The aging picture is very complex, and the research (as well as more aging themed blog posts) are coming. It is striking that temporal variation in a diet can contribute to the same outcome in such different ways. Imagine varying the type of diet as well. The pathways that are considered in the worms are similar to those found in more complicated organisms such as humans, suggesting that there might be elements in many fundamental pathways, such as insulin signaling or control of gene expression that module life span.

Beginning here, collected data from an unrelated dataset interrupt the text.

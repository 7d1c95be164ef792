"""Plots as PNG bytes (matplotlib's object API with the Agg renderer: no display, no pyplot state).

Each ``*_figure`` function returns a :class:`matplotlib.figure.Figure` (or None when its data is
missing) so tests can look inside; :func:`render_all` turns them into PNG bytes keyed by name.
Error bars and bands are :data:`~planner.fits.CONFIDENCE` intervals. matplotlib is imported
inside the functions (it is slow to import and only reports need it).
"""

from __future__ import annotations

import datetime as dt
import math
from collections.abc import Sequence
from typing import TYPE_CHECKING

import numpy as np

from planner.config import COMPONENTS, Target
from planner.fits import CONFIDENCE, FitReport
from planner.reports.cells import goal_distance
from planner.reports.formats import estimate, percent
from planner.reports.plotkit import (  # noqa: F401  (png_bytes, wrap, nice_log_ticks: re-exported)
    errbar,
    figure,
    fit_titles,
    fixed_ticks,
    nice_log_ticks,
    plain_log,
    png_bytes,
    shade,
    title,
    wrap,
)

if TYPE_CHECKING:
    from matplotlib.axes import Axes
    from matplotlib.figure import Figure

    from planner.fits import Interval, LambdaFit, Threshold
    from planner.planning.roadmap import DatedEvent, RateSet
    from planner.planning import Answers, ResponseModel, Roadmap, Sensitivity

#: colours of the axes of the sweep (own choice: distinct in print and for common colour blindness)
COLOURS = {"joint": "#1d3557", "gate_1q": "#e76f51", "gate_2q": "#2a9d8f", "readout": "#8338ec",
           "reset": "#f4a261", "idle": "#6c757d", "idle_measure": "#d62872"}
GOAL_COLOUR = "#b5179e"
THRESHOLD_COLOUR = "#9d0208"
#: fitted lines are extended towards the goal at most to this distance
MAX_PLOT_DISTANCE = 101
CL = f"{CONFIDENCE:.0%}"
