"""The response model: how Lambda and the prefactor A depend on each component's scale factor.

Error-budget form (``linear``): ``1/Lambda = sum_c w_c s_c`` with ``w_c >= 0`` (weighted NNLS):
every component adds its share of "distance to threshold", a perfect device has no logical error.
When the linear form misfits (chi2/dof above :data:`CHI2_LIMIT` or a held-out point missed by
more than :data:`LOO_LIMIT` sigma), richer forms are tried and the one predicting the held-out
points best (leave-one-out, over the points every form can hold out) is kept: ``quadratic`` adds
a non-negative curvature term per component, ``1/Lambda = sum_c (w_c s_c + v_c s_c^2)``;
``interaction`` adds to the linear form one shared pairwise term ``u sum_{c<c'} (s_c - 1)(s_c' - 1)``
(of either sign: zero on every single-component axis, it lets the joint axis depart from the sum
of the axes). A chosen form that still exceeds the limits is a misfit (:attr:`FitQuality.misfit`):
every answer built on it carries the flag. The prefactor is ``ln A = a_0 + sum_c a_c s_c`` (weighted
least squares). Then ``eps_d(s) = A(s) * Lambda(s)^(-(d+1)/2)`` (Google Quantum AI, Nature 638,
920 (2025), eq. 1); a surface code needs ``2 d^2 - 1`` physical qubits (same paper), a repetition
code ``2 d - 1`` (see :func:`physical_qubits`).

Components without their own sweep axis only ever move together with the joint factor; their
weight is fitted as one lumped column (``unsampled`` names them). The model splits it evenly only
so that it can be evaluated; no answer about one of them alone is given (planning says "not
sampled" and :func:`not_sampled_note` says how to sample it).
"""

from __future__ import annotations

import dataclasses
import math
from collections.abc import Mapping
from typing import Any

import numpy as np

from planner.config import COMPONENTS
from planner.errors import InputError
from planner.fits import Z_SCORE, FitReport, LambdaFit
from planner.planning.heldout import held_out_residuals as _loo
from planner.planning.heldout import mean_square as _mean_square
from planner.planning.heldout import solve as _solve
from planner.planning.codes import CODES, largest_distance_within, physical_qubits, qubit_rule

__all__ = ["CHI2_LIMIT", "CODES", "FORMS", "LOO_LIMIT", "NOT_SAMPLED", "FitQuality", "ModelData", "ResponseModel",
           "fit_model", "fit_response", "largest_distance_within", "not_sampled_note", "pair_term",
           "physical_qubits", "qubit_rule"]

FORMS = ("linear", "quadratic", "interaction")
#: what every answer about a component without its own sweep axis says instead of a figure
NOT_SAMPLED = "not sampled"


def not_sampled_note(components: "tuple[str, ...] | list[str]") -> str:
    """How to sample components that have no sweep axis of their own.

    >>> not_sampled_note(["idle"])
    'not sampled: idle has no sweep axis of its own; add it to sweep.components and run `planner sweep TARGET`'
    """
    names = ", ".join(components)
    one = len(components) == 1
    return (f"{NOT_SAMPLED}: {names} {'has' if one else 'have'} no sweep axis of {'its' if one else 'their'} own; "
            f"add {'it' if one else 'them'} to sweep.components and run `planner sweep TARGET`")
#: leave-one-out |residual|/sigma beyond which a form misfits (common practice, no source: ~3 sigma)
LOO_LIMIT = 3.0
#: chi2 per degree of freedom beyond which a form misfits (common practice, no source: with ~10
#: degrees of freedom, chi2/dof > 3 has a chance below 1e-3 when the model is right)
CHI2_LIMIT = 3.0
#: a richer form is kept only when its held-out mean square is below this share of the simpler
#: one's (common practice, no source: guards against fitting noise)
RICHER_GAIN = 0.8


@dataclasses.dataclass(frozen=True)
class ModelData:
    """Fit input as arrays: one row per scale point with a fitted Lambda."""

    scales: np.ndarray  # shape (n, 6), columns in COMPONENTS order
    inv_lambda: np.ndarray  # 1/Lambda best, shape (n,)
    inv_sigma: np.ndarray  # sigma of 1/Lambda
    ln_a: np.ndarray
    ln_a_sigma: np.ndarray
    labels: tuple[str, ...]

    @classmethod
    def from_fits(cls, report: FitReport) -> ModelData:
        rows = [lf for lf in report.lambdas if lf.suppression is not None]
        if not rows:
            raise InputError("no scale point has a Lambda: sample at least two distances", field="samples")
        return cls(
            # a task without [device.leakage] carries no leakage scale: there, that component is 0
            scales=np.array([[lf.scales.get(c, float(c != "leakage")) for c in COMPONENTS] for lf in rows], float),
            inv_lambda=np.array([1 / lf.suppression.best for lf in rows]),
            inv_sigma=np.array([_inv_sigma(lf) for lf in rows]),
            ln_a=np.array([lf.ln_prefactor.best for lf in rows]),
            ln_a_sigma=np.array([max((lf.ln_prefactor.high - lf.ln_prefactor.low) / (2 * Z_SCORE), 1e-6)
                                 for lf in rows]),
            labels=tuple(f"{lf.axis}@{lf.factor:g}" for lf in rows))


def _inv_sigma(lf: LambdaFit) -> float:
    iv = lf.suppression
    return max((1 / iv.low - 1 / iv.high) / (2 * Z_SCORE), 1e-9)


@dataclasses.dataclass(frozen=True)
class FitQuality:
    """How well the model reproduces the fitted points (residuals in units of their sigma)."""

    chi2_per_dof: float | None
    max_abs_residual: float
    loo_max_abs_residual: float | None
    loo_chi2_per_point: float | None
    num_points: int
    worst_point: str

    @property
    def misfit_reasons(self) -> tuple[str, ...]:
        """Which limit the fit exceeds (empty: within both)."""
        out = []
        if self.chi2_per_dof is not None and self.chi2_per_dof > CHI2_LIMIT:
            out.append(f"chi2/dof {self.chi2_per_dof:.3g} > {CHI2_LIMIT:g}")
        if self.loo_max_abs_residual is not None and self.loo_max_abs_residual > LOO_LIMIT:
            out.append(f"held-out residual {self.loo_max_abs_residual:.3g} sigma > {LOO_LIMIT:g}")
        return tuple(out)

    @property
    def misfit(self) -> bool:
        """The model misses its own points beyond the limits: answers built on it are unreliable."""
        return bool(self.misfit_reasons)

    @property
    def inflation(self) -> float:
        """Factor (>= 1) on the variance of every answer for the model's misfit: the larger of
        chi2/dof and the held-out mean square residual."""
        vals = [v for v in (self.chi2_per_dof, self.loo_chi2_per_point) if v is not None and math.isfinite(v)]
        return max([1.0, *vals])

    def to_json(self) -> dict[str, Any]:
        f = lambda x: None if x is None or not math.isfinite(x) else float(x)  # noqa: E731
        return {"misfit": self.misfit, "misfit_reasons": list(self.misfit_reasons),
                "limits": {"chi2_per_dof": CHI2_LIMIT, "leave_one_out_abs_residual_sigma": LOO_LIMIT},
                "variance_inflation": self.inflation,
                "chi2_per_dof": f(self.chi2_per_dof), "max_abs_residual_sigma": f(self.max_abs_residual),
                "leave_one_out_max_abs_residual_sigma": f(self.loo_max_abs_residual),
                "leave_one_out_chi2_per_point": f(self.loo_chi2_per_point),
                "num_points": self.num_points, "worst_point": self.worst_point}

    def summary(self) -> str:
        parts = [f"{self.num_points} points"]
        if self.chi2_per_dof is not None:
            parts.append(f"chi2/dof {self.chi2_per_dof:.2f}")
        parts.append(f"max |res| {self.max_abs_residual:.1f} sigma")
        if self.loo_max_abs_residual is not None:
            parts.append(f"held-out max |res| {self.loo_max_abs_residual:.1f} sigma")
        if self.misfit:
            parts.append("MISFIT (" + "; ".join(self.misfit_reasons) + ")")
        return ", ".join(parts)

If the science community can properly understand this signaling networks - perhaps humans can live longer healthier lives. It is important to note that health is part of the life elongation process. Interestingly enough, even in the little C. elegans (1mm long) it is possible to differentiate between sickly looking long lived worms and happier long lived worms. The C. elegans community is starting to identify these differences and highlight the pathways that lead to longer lived healthier worms and maybe one day people.

A joke at every end:

Three sisters, a 92, a 94 and a 96 year old, all live together. One day the 96 year old is taking a shower. Suddenly she yells out "hey sisters, can one of you help me? I am in the shower and I don't know whether I am getting in or getting out." So the 94 year old sister starts walking up the stairs to help and suddenly she turns around and yells "hey sisters, can one of you help me? I am walking up the stairs and I don't know if I am going up or coming down?"

The 92 year old sister is sitting at the kitchen table. She mumbles to herself "I hope I never get to be like those two" and knocks on wood for superstition's sake. She yells back "Hold on, I'll be right there as soon as I see who is at the door!"